Publius Sallustius Blaesus


Publius Sallustius Blaesus was a Roman senator active during the last half of the first century AD. He was suffect consul for the nundinium May–August 89 with Marcus Peducaeus Saenianus as his colleague. Despite his social rank, Blaesus is a shadowy figure about whom scholars have made numerous sumises.
The only fact of Blaesus' life that is certain is that he was a member of the Arval Brethren from at least as early as the year 78 to 91, when a gap in the records begins; when the records of the Arval Brethren resume in the year 101, he is no longer present. This has led some experts to conclude Blaesus died between the years 91 and 101.
Ronald Syme, noting the difficulty of polyonymous names, proposed identifying Blaesus with another consular senator, Sallustius Lucullus, the date of whose consulate is not known. According to Suetonius, Lucullus was executed by the emperor Domitian for allowing a new type of lance to be named after him. Syme further suggests that Sallustius Blaesus had a second gentilicum, "Velleius", allowing him to be identified with one Velleius Blaesus, the subject of a letter Pliny the Younger wrote to his friend Calvisius: Pliny's letter tells how Blaesus, a rich but dying ex-consul, was targeted by a legacy hunter, another senator named Marcus Aquilius Regulus. Both Statius and Martial also refer to a recently deceased Blaesus, the friend of their wealthy patron Atedius Melior. Edward Champlin supports Syme's identification by pointing to an inscription from Ephesus that mentions a " Velleius P.? f. Tro. L. Sertorius anius Fuscus Saor Sallusus Bla Julius Agricola Caesonius", leading Champlin to suggest that "a new figure can emerge, the composite of three shadowy consulars who died in the latter years of the reign of Domitian, viz. P. Velleius P.f. Tro. Lucullus Sallustius Blaesus, cos. suff. 89."
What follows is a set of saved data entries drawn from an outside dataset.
// What one step did, for the balances.
struct StepFlows {
  bool converged = false;
  int newton = 0;
  double o2_in = 0.0, o2_out = 0.0, o2_uptake = 0.0, co2_in = 0.0, co2_out = 0.0;  // [mol/s]
  double substrate_fed = 0.0, substrate_consumed = 0.0, biomass_grown = 0.0;       // [kg] over the step
  Uptake uptake;
};

// Advances `b` by h (operator splitting: O2/CO2 at the old culture, then substrate and biomass at the new DO).
StepFlows advance(Plant& p, const Case& c, BrothState& b, double h, double feed_volume_m3, int feed_zone,
                  double biomass_ref) {
  StepFlows f;
  auto& s = *p.setup;
  s.update(b.x);
  const GrowthKinetics g(c.culture);
  f.uptake = culture_uptake(s.uptake, g, b, biomass_ref);
  const OxygenProblem problem(p.net, p.routing, s.transport, s.coeff, f.uptake, s.inlet_o2_mol_s, s.inlet_co2_mol_s);
  const Eigen::VectorXd old = b.x;
  const EulerStep step(problem, p.net, old, h);
  const auto rep = solve_newton(step, b.x, {}, &p.o2_workspace);
  f.newton += rep.iterations;
  if (!rep.converged) return f;
  const int n = p.net.size();
  f.o2_in = s.inlet_o2_mol_s;
  f.co2_in = s.inlet_co2_mol_s;
  f.o2_out = offgas(p, b.x, 2);
  f.co2_out = offgas(p, b.x, 3);
  for (int k = 0; k < n; ++k) f.o2_uptake += f.uptake.our(b.x[4 * k]) * f.uptake.scale(k) * p.net.volume[k];
  if (b.biomass.empty()) {
    f.converged = true;
    return f;
  }
  // Substrate and biomass together, at the DO of the new level.
  std::vector<double> feed(n, 0.0), c_new(n);
  if (feed_zone >= 0) feed[feed_zone] = c.feed.concentration_kg_m3 * feed_volume_m3 / h;
  for (int k = 0; k < n; ++k) c_new[k] = b.x[4 * k];
  Eigen::VectorXd sx_old(2 * n);
  for (int k = 0; k < n; ++k) sx_old[2 * k] = b.substrate[k], sx_old[2 * k + 1] = b.biomass[k];
  const CultureStep culture(p.net, s.transport, g, c_new, sx_old, feed, h);
  Eigen::VectorXd sx = sx_old;
  const auto rc = solve_newton(culture, sx, {}, &p.culture_workspace);
  f.newton += rc.iterations;
  if (!rc.converged) return f;
  f.substrate_fed = feed_zone >= 0 ? c.feed.concentration_kg_m3 * feed_volume_m3 : 0.0;
  for (int k = 0; k < n; ++k) {
    const double v = p.net.volume[k], sk = sx[2 * k], xk = sx[2 * k + 1];
    b.substrate[k] = sk;
    b.biomass[k] = xk;
    f.substrate_consumed += v * xk * g.substrate_uptake(sk, c_new[k]) * h;
    f.biomass_grown += v * g.growth_rate(sk, c_new[k]) * xk * h;
  }
  f.converged = true;
  return f;
}

// Local error of the implicit Euler step, (h/2)|x'_new - x'_old|, against tol (|x| + reference).
struct ErrorEstimator {
  std::vector<double> reference;  // per watched value: DO of every zone, then S, then X
  std::vector<double> last_slope;
  bool have_slope = false;
  static std::vector<double> watched(const BrothState& b) {
    std::vector<double> w;
    const auto n = b.x.size() / 4;
    w.reserve(3 * n);
    for (Eigen::Index k = 0; k < static_cast<Eigen::Index>(n); ++k) w.push_back(b.x[4 * k]);
    w.insert(w.end(), b.substrate.begin(), b.substrate.end());
    w.insert(w.end(), b.biomass.begin(), b.biomass.end());
    return w;
  }
  std::vector<double> slope(const BrothState& from, const BrothState& to, double h) const {
    auto a = watched(from), s = watched(to);
    for (size_t i = 0; i < s.size(); ++i) s[i] = (s[i] - a[i]) / h;
    return s;
  }
  double error(const std::vector<double>& new_slope, const BrothState& to, double h, double tol) const {
    if (!have_slope) return 0.0;
    const auto v = watched(to);
    double worst = 0.0;
    for (size_t i = 0; i < v.size(); ++i) {
      worst = std::max(worst, 0.5 * h * std::abs(new_slope[i] - last_slope[i]) / (tol * (std::abs(v[i]) + reference[i])));
    }
    return worst;
  }
};

}  // namespace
However, P. Conole and Brian Jones point out since the records of the Arval Brethren "record his presence in Rome during every year of the first half of Domitian's reign for which complete minutes have survived, it is difficult to see how he could have managed to gain sufficient provincial experience in praetorian posts to merit appointment to Britain, an Imperial consular province." So while it is still possible Sallustius Blaesus is identical with the Velleius Blaesus of Pliny's anecdote, his identity with the poorly-documented governor of Britain is less likely.